Pescarese vittima del “turista picchiatore”

30 Luglio 2016

Lo studente di Ingegneria aggredito a Milano: «Mi ha chiesto indicazioni stradali e poi mi ha colpito»

PESCARA. Il copione è identico per tutte le vittime. Nicolas Orlano Lecumberri, lo spagnolo 23enne di San Sebastian autore, secondo le denunce raccolte dalle forze dell'ordine, di almeno dieci giochi criminali noti come “knockout games” che prevedono di sferrare pugni a caso ai passanti, ha incrociato sulla sua strada anche uno studente pescarese di 19 anni.

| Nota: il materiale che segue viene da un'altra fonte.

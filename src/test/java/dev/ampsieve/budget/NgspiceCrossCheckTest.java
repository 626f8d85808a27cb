package dev.ampsieve.budget;

import static org.junit.jupiter.api.Assertions.assertEquals;
import static org.junit.jupiter.api.Assertions.assertTrue;

import dev.ampsieve.stage.Board;
import dev.ampsieve.stage.Criterion;
import dev.ampsieve.stage.Limit;
import dev.ampsieve.stage.Stage;
import dev.ampsieve.stage.Topology;
import dev.ampsieve.stage.Trim;
import dev.ampsieve.testing.Networks;
import java.util.List;
import java.util.Map;
import java.util.stream.Stream;
import org.junit.jupiter.api.Test;
import org.junit.jupiter.params.ParameterizedTest;
import org.junit.jupiter.params.provider.MethodSource;
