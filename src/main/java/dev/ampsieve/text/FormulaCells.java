package dev.ampsieve.text;

import java.util.regex.Pattern;

/**
 * The one rule for text a spreadsheet would run as a formula (CSV injection): a cell starting
 * with {@code = + - @}, tab or carriage return that is not a plain number gets a leading
 * {@code '}, as the OWASP "CSV Injection" page advises [from memory]. A cell that itself starts
 * with {@code '} gets one too, so {@link #restore} can undo the mark exactly.
 */
public final class FormulaCells {
    private FormulaCells() {}

    /** A plain decimal or scientific number, which a spreadsheet reads as a number and never as a formula. */
    private static final Pattern NUMBER = Pattern.compile("[-+]?(\\d+\\.?\\d*|\\.\\d+)([eE][-+]?\\d+)?");

    private static final String STARTS = "=+-@\t\r";

    /** Whether a spreadsheet could take {@code s} for a formula. */
    public static boolean runsAsFormula(String s) {
        return s != null
                && !s.isEmpty()
                && STARTS.indexOf(s.charAt(0)) >= 0
                && !NUMBER.matcher(s).matches();
    }

    /** {@code s} safe to put in a CSV cell: a leading {@code '} when it could run as a formula or starts with {@code '}. */
    public static String defuse(String s) {
        return runsAsFormula(s) || s != null && s.startsWith("'") ? "'" + s : s;
    }

    /** Undoes {@link #defuse}: one leading {@code '} is dropped when the rest starts with a mark character or {@code '}. */
    public static String restore(String s) {
        if (s != null && s.length() > 1 && s.charAt(0) == '\'' && (STARTS + "'").indexOf(s.charAt(1)) >= 0) {
            return s.substring(1);
        }
        return s;
    }
}
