package dev.ampsieve.text;

/**
 * Makes the characters a terminal would obey, rather than show, visible as escapes, so a string
 * from a catalog, a stage, a file name or the user's typing can never clear the screen, set a
 * window title (OSC 0/2), write the clipboard (OSC 52), plant a hyperlink (OSC 8), move the
 * cursor (CSI), or hide what it says behind a bidi override.
 *
 * <p>The visible form, one escape per character (backslash, then):
 * <ul>
 * <li>{@code \t}, {@code \n}, {@code \r} for tab, line feed and carriage return;</li>
 * <li>{@code \xhh} (two lower-case hex digits) for every other control character: C0
 *     (U+0000-U+001F, so ESC is {@code \x1b} and BEL {@code \x07}), DEL (U+007F) and C1
 *     (U+0080-U+009F, so the one-character CSI is {@code \x9b});</li>
 * <li><code>&#92;uhhhh</code> (four lower-case hex digits) for the bidi controls of Unicode Standard
 *     Annex #9: the embeddings and overrides U+202A-U+202E, the isolates U+2066-U+2069, the marks
 *     U+200E, U+200F, U+061C; and for the line and paragraph separators U+2028, U+2029.</li>
 * </ul>
 * Everything else, a backslash included, is left as it is: {@code µV/°C} and {@code 10 kΩ} are
 * unchanged, so the form is not reversible, and it need not be: it is for reading and
 * {@code grep -F '\x1b'}. {@code ampsieve check} says which catalog fields hold real control
 * characters. Applying it twice changes nothing more.
 */
public final class Visible {
    private Visible() {}

    /** {@code s} with every control character written as an escape; null stays null. */
    public static String of(String s) {
        if (s == null || s.codePoints().noneMatch(Visible::isControl)) {
            return s;
        }
        StringBuilder out = new StringBuilder(s.length() + 16);
        s.codePoints().forEach(c -> {
            if (!isControl(c)) {
                out.appendCodePoint(c);
            } else if (c == '\t') {
                out.append("\\t");
            } else if (c == '\n') {
                out.append("\\n");
            } else if (c == '\r') {
                out.append("\\r");
            } else {
                String hex = Integer.toHexString(c);
                int digits = c <= 0xff ? 2 : 4;
                out.append(c <= 0xff ? "\\x" : "\\u")
                        .append("0".repeat(digits - hex.length()))
                        .append(hex);
            }
        });
        return out.toString();
    }

    /** True for the characters {@link #of} rewrites. */
    public static boolean isControl(int c) {
        return Character.getType(c) == Character.CONTROL // C0, DEL, C1
                || c >= 0x202a && c <= 0x202e
                || c >= 0x2066 && c <= 0x2069
                || c == 0x200e
                || c == 0x200f
                || c == 0x061c
                || c == 0x2028
                || c == 0x2029;
    }

    /** Each line of {@code text} made visible; the line feeds between them are kept. */
    public static String lines(String text) {
        if (text == null) {
            return null;
        }
        String[] parts = text.split("\n", -1);
        for (int i = 0; i < parts.length; i++) {
            parts[i] = of(parts[i]);
        }
        return String.join("\n", parts);
    }
}
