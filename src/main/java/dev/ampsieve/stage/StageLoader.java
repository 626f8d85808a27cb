package dev.ampsieve.stage;

import dev.ampsieve.catalog.Range;
import dev.ampsieve.units.Dimension;
import dev.ampsieve.units.Quantity;
import dev.ampsieve.units.UnitException;
import dev.ampsieve.units.Units;
import dev.ampsieve.yaml.Fields;
import dev.ampsieve.yaml.InputException;
import dev.ampsieve.yaml.Located;
import dev.ampsieve.yaml.Node;
import dev.ampsieve.yaml.Problem;
import dev.ampsieve.yaml.YamlFiles;
import java.nio.file.Path;
import java.util.ArrayList;
import java.util.Comparator;
import java.util.List;
import java.util.Locale;
import java.util.Map;
import java.util.regex.Pattern;
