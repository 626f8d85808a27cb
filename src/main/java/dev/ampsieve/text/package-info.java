/**
 * Text safety shared by every package: control characters from data shown as escapes, spreadsheet formula cells neutralised; imports nothing.
 */
package dev.ampsieve.text;
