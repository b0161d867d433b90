/**
 * One live editing session on one notebook file. Every edit replaces the text of a span of
 * the file (an expression, a table's row lines, a new line in a calc block) and is then
 * re-parsed, so what the user did not touch stays byte-for-byte; an edit to an existing
 * cell goes through the reactive engine's `update`, which recomputes only what depends on
 * it. Undo and redo are stacks of exact text states. Tables read from CSV keep their edits
 * in memory and are written to their file only when their data was edited. Saving refuses
 * to overwrite a file that changed on disk since it was read.
 *
 * @example
 * ```ts ignore
 * import { LiveSession } from "./session.ts";
 * const s = await LiveSession.open("case.lentil.md");
 * s.setExpression("spectacle", "-6.00 D").recomputed; // ["spectacle", "cornea"]
 * await s.save();
 * ```
 *
 * @module
 */

import { basename, dirname, join, resolve } from "node:path";
import { stringify as stringifyCsv } from "csv-stringify/sync";
import { Notebook } from "../engine/engine.ts";
import { decodeNotebook } from "../format/read.ts";
import {
  isLiteral,
  type NotebookDoc,
  noteStart,
  parseNotebook,
  type TableBlock,
} from "../format/parse.ts";
import {
  changedOnDisk,
  type Fingerprint,
  fingerprintOf,
  SaveError,
  type SaveFailure,
  writeAtomic,
} from "./save.ts";
import {
  appendLineEdit,
  applyEdit,
  calcBlock,
  expressionEdit,
  lineEnding,
  optionValueEdit,
  tableRowsEdit,
  type TextEdit,
} from "./_splice.ts";
import { bareName, insideFolder } from "./_paths.ts";
import { EXPORT_RENDERERS, remembering } from "./_markup.ts";
import { readRawTable } from "../engine/_tables.ts";
import { countingStream, type ProgressListener } from "../progress.ts";
import { type BudgetLimits, EvaluationBudget, type OverBudget } from "../engine/budget.ts";
import {
  buildPageView,
  type CellView,
  type PageView,
  type PlotView,
  type Renderers,
  type TableText,
  type TableView,
} from "./_views.ts";

/** Where the session stands. */
export interface SessionStatus {
  /** The notebook's file name. */
  readonly file: string;
  /** Unsaved changes exist. */
  readonly dirty: boolean;
  /** CSV files with unsaved edits. */
  readonly dirtyFiles: readonly string[];
  /** Undo is possible. */
  readonly canUndo: boolean;
  /** Redo is possible. */
  readonly canRedo: boolean;
}

/** What changed on the page after an operation. */
export interface Patch {
  /** The whole page, when its block structure changed (then the lists below are empty). */
  readonly full?: PageView;
  /** Cells whose view changed. */
  readonly cells: readonly CellView[];
  /** Cells that no longer exist. */
  readonly removed: readonly string[];
  /**
   * Tables whose view changed: the whole view, or only the computed columns that changed
   * and the row problems, when the rows and the shape are as before.
   */
  readonly tables: readonly (TableView | TableUpdate)[];
  /** Plots whose view changed. */
  readonly plots: readonly PlotView[];
  /** Numbered sources, when they changed (the page keeps what it has otherwise). */
  readonly sources?: PageView["sources"];
  /** Cautions, when they changed. */
  readonly cautions?: PageView["cautions"];
  /** The one cautions section's markup, when it changed. */
  readonly cautionsHtml?: PageView["cautionsHtml"];
  /** Parse problems, when they changed. */
  readonly problems?: PageView["problems"];
  /** Status after the operation. */
  readonly status: SessionStatus;
}

/** The parts below the notebook a patch carries only when they changed. */
const FOOTER_PARTS = ["sources", "cautions", "cautionsHtml", "problems"] as const;

/** A table whose data rows and shape are unchanged: its changed computed columns. */
export interface TableUpdate {
  /** Table name. */
  readonly name: string;
  /** Always true: only what is listed changed. */
  readonly update: true;
  /** The computed columns whose values changed. */
  readonly computed: TableView["computed"];
  /** Row problems, all of them. */
  readonly problems: TableView["problems"];
}

/** The part of a table's view that changes only with its rows or shape. */
function tableShape(t: TableView): string {
  return JSON.stringify([
    t.file,
    t.editable,
    t.locked,
    t.columns,
    t.rows,
    t.computed.map((c) => c.name),
    t.error,
  ]);
}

A.D.F. studia Ingegneria a Milano e il 18 luglio scorso stava tornando a piedi, da solo, verso la metro, quando è stato avvicinato dallo spagnolo soprannominato da polizia e carabinieri “il turista picchiatore”. «Ero appena uscito dall'università», racconta la vittima al Centro con la richiesta di restare anonimo, «mi si è avvicinato un tipo che mi ha chiesto in inglese indicazioni stradali per viale Abruzzi, sempre a Milano. Sembrava una persona normale come tante, forse un po’ trasandato. Io gli ho risposto, ma lui ha iniziato ad alzare la voce immaginando che volessi prenderlo in giro. Ha iniziato a tirare i pugni e fare a botte, ma io ho reagito e mi sono difeso». Qualche ora dopo il pescarese A.D.F. dopo le medicazioni al pronto soccorso e la denuncia ha scoperto di essere una delle tante vittime di quel gioco violento nato negli Usa e che prevede di prendere a pugni le persone in strada a caso, senza nessun motivo. Nel cuore di Milano sono stati segnalati almeno dieci casi di pestaggi. Giovedì sera Nicolas Orlano Lecumberri è stato identificato e arrestato dalla polizia dopo essersi esibito ai piatti al Loola Paloosa di corso Como, una delle discoteche più conosciute di Milano. Alloggiava in un ostello in zona Navigli. È accusato di lesioni aggravate con l'aggravante della premeditazione e dei futili motivi. Il “turista picchiatore” spagnolo era solito comportarsi allo stesso modo con tutte le vittime. Ha un precedente per lo stesso reato, in Spagna. (y.g.)